In 2019, NHS England published hospital mortality statistics that incorrectly attributed 552 additional deaths to a particular hospital trust. The cause was duplicate patient records in the underlying data pipeline: patients treated at multiple hospitals had separate records that were not de-duplicated before analysis.

The trust faced reputational damage before the error was identified and corrected. Data quality is not an abstract concept, and the costs of poor quality extend well beyond spreadsheet errors.

The previous module covered how to present data clearly. This module covers how to ensure the data is worth presenting in the first place.

No one deliberately falsified data. Yet a hospital trust faced reputational damage because of duplicate records. Is bad data quality always someone's fault?

The NHS case illustrates a principle that runs through every data role: the quality of decisions cannot exceed the quality of the data they rely on. Gartner estimated in 2018 that organisations believe poor data quality costs them an average of $12.9 million per year. The actual costs include wasted effort, incorrect decisions, compliance failures, and reputational damage.

With the learning outcomes established, this module begins by examining what data quality means in depth.

8.1 What data quality means

Data quality is the degree to which data is fit for the intended use of its consumers. The critical phrase is "fit for purpose." A dataset with 5% address errors may be acceptable for postal marketing but unacceptable for regulatory compliance reporting.

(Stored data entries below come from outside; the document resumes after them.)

# --- observed fit vs statsmodels -------------------------------------------------------------
@pytest.mark.parametrize("shape", ["directed", "undirected", "two-mode", "missing"])
@pytest.mark.parametrize("scheme", ["y", "dsp"])
def test_observed_fit_matches_statsmodels(rng, shape, scheme):
    n, m = (20, 20) if shape != "two-mode" else (15, 22)
    X1 = rng.normal(size=(n, m))
    X2 = 0.5 * X1 + rng.gamma(2.0, size=(n, m))
    if shape == "undirected":
        X1, X2 = sym(X1), sym(X2)
    eta = -1.0 + 0.8 * X1 - 0.4 * X2
    Y = binary_response(rng, sym(eta) if shape == "undirected" else eta)
    if shape == "undirected":
        Y = sym(Y)
    if shape == "missing":
        Y[rng.random((n, m)) < 0.05] = np.nan
        X2[rng.random((n, m)) < 0.05] = np.nan
    res = dp.regress(Y, {"kin": X1, "canal": X2}, model="logistic", scheme=scheme,
                     permutations=9, seed=1)
    rows, cols = dyad_index(n, m, directed=shape != "undirected", two_mode=shape == "two-mode")
    X = sm.add_constant(np.column_stack([X1[rows, cols], X2[rows, cols]]))
    y = Y[rows, cols]
    ok = np.isfinite(y) & np.isfinite(X).all(axis=1)
    logit = sm.Logit(y[ok], X[ok]).fit(disp=0, tol=1e-12)
    glm = sm.GLM(y[ok], X[ok], family=sm.families.Binomial()).fit(tol=1e-12)
    assert res.terms == ("intercept", "kin", "canal")
    assert res.model == "logistic" and res.n_dyads == int(ok.sum())
    # source: statsmodels Logit on the vectorised dyads (complete ones)
    np.testing.assert_allclose(res.coef, logit.params, rtol=FIT_RTOL, atol=FIT_ATOL)
    np.testing.assert_allclose(res.se, logit.bse, rtol=FIT_RTOL, atol=FIT_ATOL)
    np.testing.assert_allclose(res.stat, logit.tvalues, rtol=FIT_RTOL, atol=FIT_ATOL)
    # source: statsmodels GLM(Binomial): same estimates, and its deviance
    np.testing.assert_allclose(res.coef, glm.params, rtol=FIT_RTOL, atol=FIT_ATOL)
    np.testing.assert_allclose(res.stat, glm.tvalues, rtol=FIT_RTOL, atol=FIT_ATOL)
    np.testing.assert_allclose(res.deviance, glm.deviance, rtol=FIT_RTOL)
    assert np.isnan(res.r2)
    # the Wald statistic is labelled z wherever it appears (table, dict, CSV/JSON)
    assert res.statistic == "z" and res.to_dict()["statistic"] == "z"
    head = [line for line in res.table().splitlines() if line.startswith("term")][0]
    assert head.split()[3] == "z" and "statistic z" in res.table()


@pytest.mark.parametrize("scheme", ["y", "dsp"])
def test_observed_score_matches_statsmodels_score_test(rng, scheme):
    n = 18
    X1, X2 = rng.normal(size=(n, n)), rng.normal(size=(n, n))
    Y = binary_response(rng, -0.5 + 0.6 * X1 + 0.2 * X2)
    res = dp.regress(Y, {"a": X1, "b": X2}, model="logistic", scheme=scheme,
                     statistic="score", permutations=9, seed=1)
    rows, cols = dyad_index(n, n)
    X = sm.add_constant(np.column_stack([X1[rows, cols], X2[rows, cols]]))
    y = Y[rows, cols]
    assert np.isnan(res.stat[0])
    for j in (1, 2):
        reduced = sm.GLM(y, np.delete(X, j, axis=1), family=sm.families.Binomial()).fit(tol=1e-12)
        # source: statsmodels GLMResults.score_test (Rao 1948): chi2 = U^2 / I
        chi2 = reduced.score_test(exog_extra=X[:, j:j + 1])[0]
        np.testing.assert_allclose(res.stat[j] ** 2, float(np.squeeze(chi2)), rtol=1e-7)
        # the sign is that of U = x'(y - mu) (the definition of the signed statistic)
        assert np.sign(res.stat[j]) == np.sign(X[:, j] @ (y - reduced.fittedvalues))
    # score and Wald statistics are asymptotically equivalent (Rao 1948) [memory]: close here
    wald_res = dp.regress(Y, {"a": X1, "b": X2}, model="logistic", scheme=scheme,
                          permutations=9, seed=1)
    np.testing.assert_allclose(res.stat[1:], wald_res.stat[1:], rtol=0.15)


# --- exact p-values vs brute-force enumeration -------------------------------------------
@pytest.mark.parametrize("statistic", ["t", "coef", "score"])
@pytest.mark.parametrize("scheme", ["y", "dsp"])
def test_exact_n6_matches_bruteforce(rng, scheme, statistic):
    n = 6
    X1 = rng.normal(size=(n, n))
    X2 = 0.5 * X1 + rng.normal(size=(n, n))
    Y = binary_response(rng, 0.9 * X1 - 0.3)
    res = dp.regress(Y, {"a": X1, "b": X2}, model="logistic", scheme=scheme,
                     statistic=statistic, exact=True, seed=0)
    # source: exact enumeration over all 6! = 720 relabellings, refitted by the oracle
    obs, null = oracle(Y, [X1, X2], scheme, statistic)
    assert null.shape == (720, 2)
    check_exact(res, obs, null)


@pytest.mark.parametrize("case", ["two-mode", "groups-within", "groups-all", "missing",
                                  "undirected"])
@pytest.mark.parametrize("scheme,statistic", [("y", "t"), ("dsp", "t"), ("dsp", "score"),
                                              ("y", "score")])
def test_exact_data_shapes_match_bruteforce(rng, case, scheme, statistic):
    kw = {}
    groups = None
    two_mode = case == "two-mode"
    n, m = (3, 4) if two_mode else (6, 6)
    if case.startswith("groups"):
        n = m = 8
        groups = np.array([0, 1, 1, 0, 0, 1, 0, 1])
        kw = dict(groups=groups, dyads=case.split("-")[1])
    X1 = rng.normal(size=(n, m))
    X2 = rng.normal(size=(n, m)) + 0.4 * X1
    if case == "undirected":
        X1, X2 = sym(X1), sym(X2)
    Y = binary_response(rng, 0.8 * X1)
    if case == "undirected":
        Y = sym(Y)
    if case == "missing":
        Y[0, 3] = Y[4, 1] = np.nan
        X1[2, 5] = np.nan
        X2[3, 0] = np.nan
    res = dp.regress(Y, {"a": X1, "b": X2}, model="logistic", scheme=scheme,
                     statistic=statistic, exact=True, seed=0, **kw)
    # source: exact enumeration (n! m!, or the product over groups of n_g!)
    obs, null = oracle(Y, [X1, X2], scheme, statistic, directed=case != "undirected",
                       two_mode=two_mode, groups=groups, within=case != "groups-all")
    expected = {"two-mode": 144, "groups-within": 576, "groups-all": 576}.get(case, 720)
    assert null.shape[0] == expected
    check_exact(res, obs, null)


def test_permuted_separation_counts_as_extreme(rng):
    # a sparse response and a binary predictor: many relabellings put no 1 of the
    # response where the predictor is 1 — quasi-complete separation, no finite MLE
    n = 6
    X1 = np.zeros((n, n))
    X1[[0, 0, 1, 2, 3, 4, 5], [1, 2, 0, 3, 5, 1, 4]] = 1.0
    X2 = rng.normal(size=(n, n))
    Y = np.zeros((n, n))
    Y[[0, 1, 2, 4, 5, 3], [1, 3, 3, 0, 2, 4]] = 1.0
    res = dp.regress(Y, {"tie": X1, "x": X2}, model="logistic", scheme="y", exact=True, seed=0)
    # source: exact enumeration, separation decided by the LP of Albert & Anderson (1984)
    obs, null = oracle(Y, [X1, X2], "y", "t")
    assert np.isfinite(obs).all()
    n_sep = int(np.isnan(null[:, 0]).sum())
    assert 50 < n_sep < 700  # the case exercises failed fits
    check_exact(res, obs, null)
    assert res.failed[0] == n_sep
    assert f"tie: {n_sep}" in res.table()
    # the score statistic needs only the reduced fit: the test of 'tie' (reduced model
    # [1, x]) never fails, the test of 'x' fails where [1, tie] separates y_pi
    score = dp.regress(Y, {"tie": X1, "x": X2}, model="logistic", scheme="y",
                       statistic="score", exact=True, seed=0)
    check_exact(score, *oracle(Y, [X1, X2], "y", "score"))
    assert score.failed[0] == 0 and score.failed[1] == n_sep


def test_davis_two_mode_data_run(rng):
    # source: networkx's bundled Davis southern women data (18 women x 14 events, 0/1
    # attendance; Davis, Gardner & Gardner 1941 [memory]): two-mode, rows and columns
    # relabelled independently
    from networkx.algorithms import bipartite

    G = nx.davis_southern_women_graph()
    women, events = G.graph["top"], G.graph["bottom"]
    A = bipartite.biadjacency_matrix(G, women, events).toarray().astype(float)
    # an invented dyadic predictor: woman in the first half of the list and event in the
    # first half of the season, or both in the second halves (the two circles of the data)
    side = ((np.arange(18)[:, None] < 9) == (np.arange(14)[None, :] < 7)).astype(float)
    order = np.arange(14, dtype=float)
    net = dp.Dyadic(A, tuple(women), tuple(events), name="attended")
    X = sm.add_constant(np.column_stack([side.ravel(), np.tile(order, 18)]))
    logit = sm.Logit(A.ravel(), X).fit(disp=0, tol=1e-12)
    for scheme, statistic in (("dsp", "t"), ("dsp", "score"), ("y", "t")):
        res = dp.regress(net, {"same_side": side, "event": dp.receiver(order)},
                         model="logistic", scheme=scheme, statistic=statistic,
                         permutations=199, seed=5)
        assert res.two_mode and res.n_nodes == 32 and res.n_dyads == 18 * 14
        # source: statsmodels Logit on the 252 cells
        np.testing.assert_allclose(res.coef, logit.params, rtol=FIT_RTOL, atol=FIT_ATOL)
        np.testing.assert_allclose(res.se, logit.bse, rtol=FIT_RTOL, atol=FIT_ATOL)
        assert res.failed.sum() == 0
        # the association is strong (z about 6.8): no relabelling of 199 comes close
        assert res.p[1] == 1 / 200


# --- separation in the observed fit, and other errors ---------------------------------------
def test_observed_separation_names_the_predictor(rng):
    n = 12
    crop = (rng.random((n, n)) < 0.4).astype(float)
    Y = binary_response(rng, np.full((n, n), -0.5))
    Y[crop == 1] = 1.0  # every dyad with crop = 1 has a tie: quasi-complete separation
    dist = rng.normal(size=(n, n))
    with pytest.raises(dp.NumericalError,
                       match=r"logistic fit of 'response': the 0s and 1s are separated by "
                             r"predictor 'crop', so .*Albert & Anderson 1984.*Firth's "
                             r"penalised likelihood .*drop or merge categories of 'crop'"):
        dp.regress(Y, {"dist": dist, "crop": crop}, model="logistic", permutations=9, seed=1)
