def main(argv=None) -> int:
    ap = argparse.ArgumentParser(description=__doc__.splitlines()[0])
    ap.add_argument("--quick", action="store_true", help="1-minute smoke version")
    ap.add_argument("--sizes", help="comma-separated n (default 500,1000,2000,5000)")
    ap.add_argument("--chunk", type=int, default=None,
                    help="chunk size (default: the plan's chunk_size())")
    ap.add_argument("--markdown", help="also write the table as Markdown to this file")
    ap.add_argument("--child", nargs="+", help=argparse.SUPPRESS)
    args = ap.parse_args(argv)
    if args.child:
        kind, n, perms = args.child[0], int(args.child[1]), int(args.child[2])
        if kind == "engine":
            chunk = int(args.child[4]) if len(args.child) > 4 else None
            res = child_engine(n, perms, args.child[3], chunk)
        else:
            res = child_naive(n, perms)
        print(json.dumps(res))
        return 0

    eng_perms = QUICK_ENGINE_PERMS if args.quick else ENGINE_PERMS
    naive_perms = QUICK_NAIVE_PERMS if args.quick else NAIVE_PERMS
    sizes = [int(s) for s in args.sizes.split(",")] if args.sizes else sorted(eng_perms)
    info = machine()
    gib = 0.25 if args.quick else 1.5
    print(f"machine: {info['cpu']}, {info['cores']} cores, {info['ram_gib']:.1f} GiB RAM; "
          f"python {info['python']}, numpy {info['numpy']}, numba {info['numba']}")
    print(f"1-min load average at start: {info['load_before']:.2f}; the read bandwidth is "
          "measured again before each size (other processes share it)")
    rows = []
    bws = []
    for n in sizes:
        bw = read_bandwidth(gib)
        bws.append(bw)
        ep = eng_perms.get(n, max(16, int(256 * (1000 / n) ** 2)))
        npn = naive_perms.get(n, 1)
        extra = [str(args.chunk)] if args.chunk else []
        e64 = run_child("engine", str(n), str(ep), "float64", *extra)
        e32 = run_child("engine", str(n), str(ep), "float32", *extra)
        nv = run_child("naive", str(n), str(npn))
        inputs_mib = (K + 1) * n * n * 8 / 2**20
        for scheme in SCHEMES:
            te = e64["schemes"][scheme]["sec_per_perm"]
            t32 = e32["schemes"][scheme]["sec_per_perm"]
            tn = nv["schemes"][scheme]["sec_per_perm"]
            floor = n * n * 8 * RELABELLED_LAYERS[scheme] / bw
            rows.append({
                "n": n, "scheme": scheme, "bw_gbs": bw / 1e9, "engine_ms": te * 1e3,
                "engine_cpu_ms": e64["schemes"][scheme]["cpu_per_perm"] * 1e3,
                "engine32_ms": t32 * 1e3,
                "naive_ms": tn * 1e3, "floor_ms": floor * 1e3, "speedup": tn / te,
                "vs_floor": te / floor, "chunk": e64["schemes"][scheme]["chunk"],
                "engine_peak_mib": e64["peak_mib"], "engine32_peak_mib": e32["peak_mib"],
                "naive_peak_mib": nv["peak_mib"], "inputs_mib": inputs_mib,
                "agree": agreement(e64["schemes"][scheme]["first"][0],
                                   nv["schemes"][scheme]["first"][0]),
            })
            print_row(rows[-1], header=len(rows) == 1)
    info["load_after"] = os.getloadavg()[0]
    print(f"1-min load average at end: {info['load_after']:.2f} (other processes on the "
          "machine slow every column alike)")
    if args.markdown:
        with open(args.markdown, "w") as fh:
            fh.write(markdown(rows, info))
    return 0


COLUMNS = [("n", "{:>5}"), ("scheme", "{:>13}"), ("bw_gbs", "{:>5.1f}"), ("engine_ms", "{:>10.3f}"),
           ("engine_cpu_ms", "{:>8.3f}"),
           ("engine32_ms", "{:>10.3f}"), ("naive_ms", "{:>10.1f}"), ("floor_ms", "{:>9.3f}"),
           ("speedup", "{:>8.0f}"), ("vs_floor", "{:>8.2f}"), ("chunk", "{:>5}"),
           ("engine_peak_mib", "{:>8.0f}"), ("naive_peak_mib", "{:>8.0f}"),
           ("inputs_mib", "{:>7.0f}"), ("agree", "{:>8.1e}")]
HEADS = ["n", "scheme", "GB/s", "engine ms", "cpu ms", "f32 ms", "naive ms", "floor ms", "naive/e",
         "e/floor", "chunk", "e MiB", "nv MiB", "in MiB", "agree"]


def print_row(row: dict, header: bool) -> None:
    if header:
        widths = [len(fmt.format(0 if "s}" not in fmt else "")) for _, fmt in COLUMNS]
        print(" ".join(h.rjust(w) for h, w in zip(HEADS, widths)))
    print(" ".join(fmt.format(row[key]) for key, fmt in COLUMNS), flush=True)


def markdown(rows, info) -> str:
    lines = [f"Machine: {info['cpu']}, {info['cores']} cores, {info['ram_gib']:.1f} GiB RAM; "
             f"numpy {info['numpy']}, numba {info['numba']}. Load average "
             f"{info['load_before']:.2f} at start, {info.get('load_after', float('nan')):.2f} "
             "at end.", "",
             "| n | scheme | read GB/s | engine ms/perm (jobs=2) | engine CPU ms/perm | "
             "float32 ms/perm | naive ms/perm | floor ms/perm | naive / engine | "
             "engine / floor | chunk | engine peak MiB | float32 peak MiB | naive peak MiB | "
             "inputs MiB |",
             "|---:|---|---:|---:|---:|---:|---:|---:|---:|---:|---:|---:|---:|---:|---:|"]
    for r in rows:
        lines.append(f"| {r['n']} | {r['scheme']} | {r['bw_gbs']:.1f} | {r['engine_ms']:.3f} | "
                     f"{r['engine_cpu_ms']:.3f} | {r['engine32_ms']:.3f} | {r['naive_ms']:.1f} | "
                     f"{r['floor_ms']:.3f} | {r['speedup']:.0f} | {r['vs_floor']:.2f} | "
                     f"{r['chunk']} | {r['engine_peak_mib']:.0f} | {r['engine32_peak_mib']:.0f} | "
                     f"{r['naive_peak_mib']:.0f} | {r['inputs_mib']:.0f} |")
    return "\n".join(lines) + "\n"


if __name__ == "__main__":
    sys.exit(main())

ISO 8000-8:2015 and the DAMA-DMBOK (Data Management Body of Knowledge) both define data quality as multidimensional: no single measure captures all aspects. The standard framework uses accuracy, completeness, consistency, timeliness, validity, and uniqueness.

Data quality: the degree to which a set of inherent characteristics of data fulfils requirements.

ISO 8000-8:2015, Data quality - Clause 3.1, definition of data quality

The ISO definition deliberately ties quality to requirements. A dataset is not 'high quality' or 'low quality' in the abstract. Quality is always measured against a stated purpose. This is why the same dataset can be adequate for one team and inadequate for another.

With an understanding of what data quality means in place, the discussion can now turn to the six dimensions of data quality, which builds directly on these foundations.

Data profiling report on a screen showing completeness, validity, and uniqueness scores to prioritise fixes
Data profiling tools scan datasets automatically to measure completeness, validity, and uniqueness. The results inform prioritisation: fix high-severity issues first.

8.2 The six dimensions of data quality

  1. Accuracy: the degree to which data correctly reflects the real-world entity or event it represents. A customer record with a misspelled surname is inaccurate. An inventory record showing 50 units when 47 are physically present is inaccurate. Accuracy can only be assessed by reference to a ground truth.
  2. Completeness: the degree to which required data values are present. A patient record with no date of birth is incomplete. Measured as the proportion of non-null required fields. 100% completeness is not always achievable: some data is genuinely unknown at collection time.
  3. Consistency: the degree to which data values agree across related records or systems. A customer marked "Active" in the CRM but "Closed" in the billing system is an inconsistency. These failures commonly arise from multiple systems holding overlapping data without synchronisation.
  4. Timeliness: the degree to which data is current and available when needed. A postcode file updated annually may be timely for annual reporting but stale for a logistics system routing same-day deliveries.
  5. Validity: the degree to which data conforms to defined rules, formats, or ranges. A date of birth of "31/02/2001" is invalid (February has no 31st day). Validity is testable against schema constraints.
  6. Uniqueness: the degree to which records are not duplicated. The NHS mortality incident was a uniqueness failure: the same patients appeared multiple times, inflating counts.

Common misconception

If the data is complete, it must be high quality.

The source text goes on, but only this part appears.